For our purposes though, will say that I am framing whatever legitimate suffering is as the method or tool for grieving. Again noted here, we’re defining grieving as moving from any version of “feeling bad” to feeling “less bad”, insofar as is possible. Here’s the steps most all forms of therapy seem to have in common:

1. Telling the story

2. Talking about how we “survived” the experience/s

3. Talking about how it changed the major domains of our life

4. Talking about how it changed us as a person

5. While the above have value in and of themselves, they inevitably “prescribe” additional “interventions” (as we call them in mental health) that would be helpful

A bit more about what we’re grieving though.
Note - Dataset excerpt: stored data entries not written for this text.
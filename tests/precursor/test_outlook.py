"""The outlook: what it says, and when it is withheld."""

from __future__ import annotations

import numpy as np
import pytest
import xarray as xr

from profiles.config import HindcastSettings
from profiles.errors import DataError, RequestError
from profiles.precursor import anomalies, outlook, verify
from profiles.precursor.outlook import OutlookStatus, skill_status
from profiles.vocabulary import CAUTION


@pytest.fixture(scope="module")
def issued(record: tuple, made: xr.Dataset, quick: HindcastSettings) -> xr.Dataset:
    return outlook(*record, hindcast=made, settings=quick)


def test_outlook_carries_the_caution_and_its_start(issued: xr.Dataset) -> None:
    assert issued.attrs["caution"] == CAUTION
    assert "national services" in issued.attrs["caution"]
    assert issued.attrs["start"] == "2010-12"
    assert str(issued["target"].values[0])[:7] == "2011-01"


def test_given_leads_have_a_plume_and_probabilities(issued: xr.Dataset) -> None:
    given = issued["status"] == OutlookStatus.GIVEN
    assert given.sel(lead=1)
    part = issued.isel(lead=np.flatnonzero(given.values))
    assert (np.diff(part["plume"].values, axis=1) > 0.0).all()
    np.testing.assert_allclose(part["plume"].sel(quantile=0.5), part["forecast"], atol=1e-12)
    np.testing.assert_allclose(part["probability"].sum("category"), 1.0)
    np.testing.assert_allclose(part["usual_probability"].sum("category"), 1.0)


def test_at_one_month_the_forecast_is_near_the_last_anomaly(issued: xr.Dataset, record: tuple) -> None:
    last = float(anomalies(record[0])[-1])
    # exp(-1/20) cos(2 pi / 39) = 0.94 of it, and 0.15 of the recharge's: within one spread of the one-month forecast.
    assert float(issued["forecast"].sel(lead=1)) == pytest.approx(last, abs=2.0 * float(issued["spread"].sel(lead=1)))


def test_spread_grows_with_the_lead(issued: xr.Dataset) -> None:
    spread = issued["spread"].values
    assert spread[np.isfinite(spread)][-1] > 1.3 * spread[0]


def test_six_years_are_too_short_and_it_says_so(record: tuple) -> None:
    index, predictors = record
    found = outlook(index[:72], {name: one[:72] for name, one in predictors.items()})
    assert (found["status"] == OutlookStatus.RECORD_TOO_SHORT).all()
    assert np.isnan(found["forecast"]).all()
    assert np.isnan(found["plume"]).all()
    assert np.isnan(found["probability"]).all()
    assert np.isnan(found["usual_probability"]).all()
    assert found.attrs["reason"].startswith("withheld: the record is too short to show skill: 6.0 years, ")
    assert found.attrs["reason"].endswith("effective months; 15 years are needed")
    assert found.attrs["caution"] == CAUTION


def test_noise_gives_no_outlook(record: tuple, quick: HindcastSettings) -> None:
    index, _ = record
    random = np.random.default_rng(8)
    noise, other = (index.copy(data=random.standard_normal(index.size)) for _ in range(2))
    found = outlook(noise, {"volume": other}, settings=quick)
    assert (found["status"] == OutlookStatus.NO_SKILL).all()
    assert np.isnan(found["forecast"]).all()
    assert "the hindcast shows no skill (1, 2, 3, 4, 5, 6 months)" in found.attrs["reason"]


@pytest.fixture
def scores(made: xr.Dataset) -> xr.Dataset:
    found = verify(made).sel(forecaster="combined").copy(deep=True)
    for name in ("skill_climatology", "probability_skill"):
        found[name][:], found[f"{name}_low"][:] = 0.4, 0.1
    return found


def test_a_lead_without_skill_takes_the_longer_ones_with_it(scores: xr.Dataset) -> None:
    scores["skill_climatology_low"].loc[{"lead": 3, "season": "all"}] = -0.01
    np.testing.assert_array_equal(skill_status(scores, np.arange(6)), [0, 0, 2, 2, 2, 2])


def test_probabilities_without_skill_count_as_well(scores: xr.Dataset) -> None:
    scores["probability_skill_low"].loc[{"lead": 5, "season": "all"}] = 0.0
    np.testing.assert_array_equal(skill_status(scores, np.arange(6)), [0, 0, 0, 0, 2, 2])


def test_a_season_without_skill_is_withheld_alone(scores: xr.Dataset) -> None:
    # The targets of leads 1 to 6 are April to September: the second is May, whose season is AMJ.
    scores["skill_climatology"].loc[{"lead": 2, "season": "AMJ"}] = -0.1
    np.testing.assert_array_equal(skill_status(scores, np.arange(3, 9)), [0, 3, 0, 0, 0, 0])


def test_undefined_skill_is_no_skill(scores: xr.Dataset) -> None:
    scores["skill_climatology_low"][:] = np.nan
    assert (skill_status(scores, np.arange(6)) == OutlookStatus.NO_SKILL).all()


def test_a_last_month_without_values_moves_the_start(record: tuple, made: xr.Dataset, quick: HindcastSettings) -> None:
    index, predictors = record
    volume = predictors["volume"].copy()
    volume[-2:] = np.nan
    found = outlook(index, predictors | {"volume": volume}, hindcast=made, settings=quick)
    assert found.attrs["start"] == "2010-10"


def test_a_hindcast_of_something_else_is_refused(record: tuple, made: xr.Dataset, quick: HindcastSettings) -> None:
    index, predictors = record
    with pytest.raises(RequestError, match="the hindcast is of something else"):
        outlook(index, {"volume": predictors["volume"]}, hindcast=made, settings=quick)


@pytest.mark.parametrize("name", ["climatology", "best"])
def test_an_outlook_is_made_by_a_forecaster_that_forecasts(
    record: tuple, made: xr.Dataset, quick: HindcastSettings, name: str
) -> None:
    with pytest.raises(RequestError, match="no such forecaster; expected regression or recharge or combined"):
        outlook(*record, hindcast=made, settings=quick, forecaster=name)


def test_series_that_do_not_overlap_are_refused(record: tuple) -> None:
    index, predictors = record
    with pytest.raises(DataError, match="the series do not overlap"):
        outlook(index[:180], {"volume": predictors["volume"][180:]})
I want to emphasize that whether sad, afraid, ashamed, hurt, and/or mad, reducing the frequency and/or intensity of these things, all is still grieving. The process is also agnostic in terms of cause, as far as the fundamental steps are concerned. What I mean is, it doesn’t matter if we are grieving someone calling us a name or someone physically assaulting us or anything else - the steps are all required for the best outcome. The “size”/intensity of the thing being grieved also doesn’t matter, the steps are still required.

It is easy to oversimplify those steps. The depth of these discussions (telling the story), the investment in engaging oneself with those experiences/how “present” we are in sharing them, who we share them with, under what conditions . . . all of these are part and parcel of the effectiveness of doing so.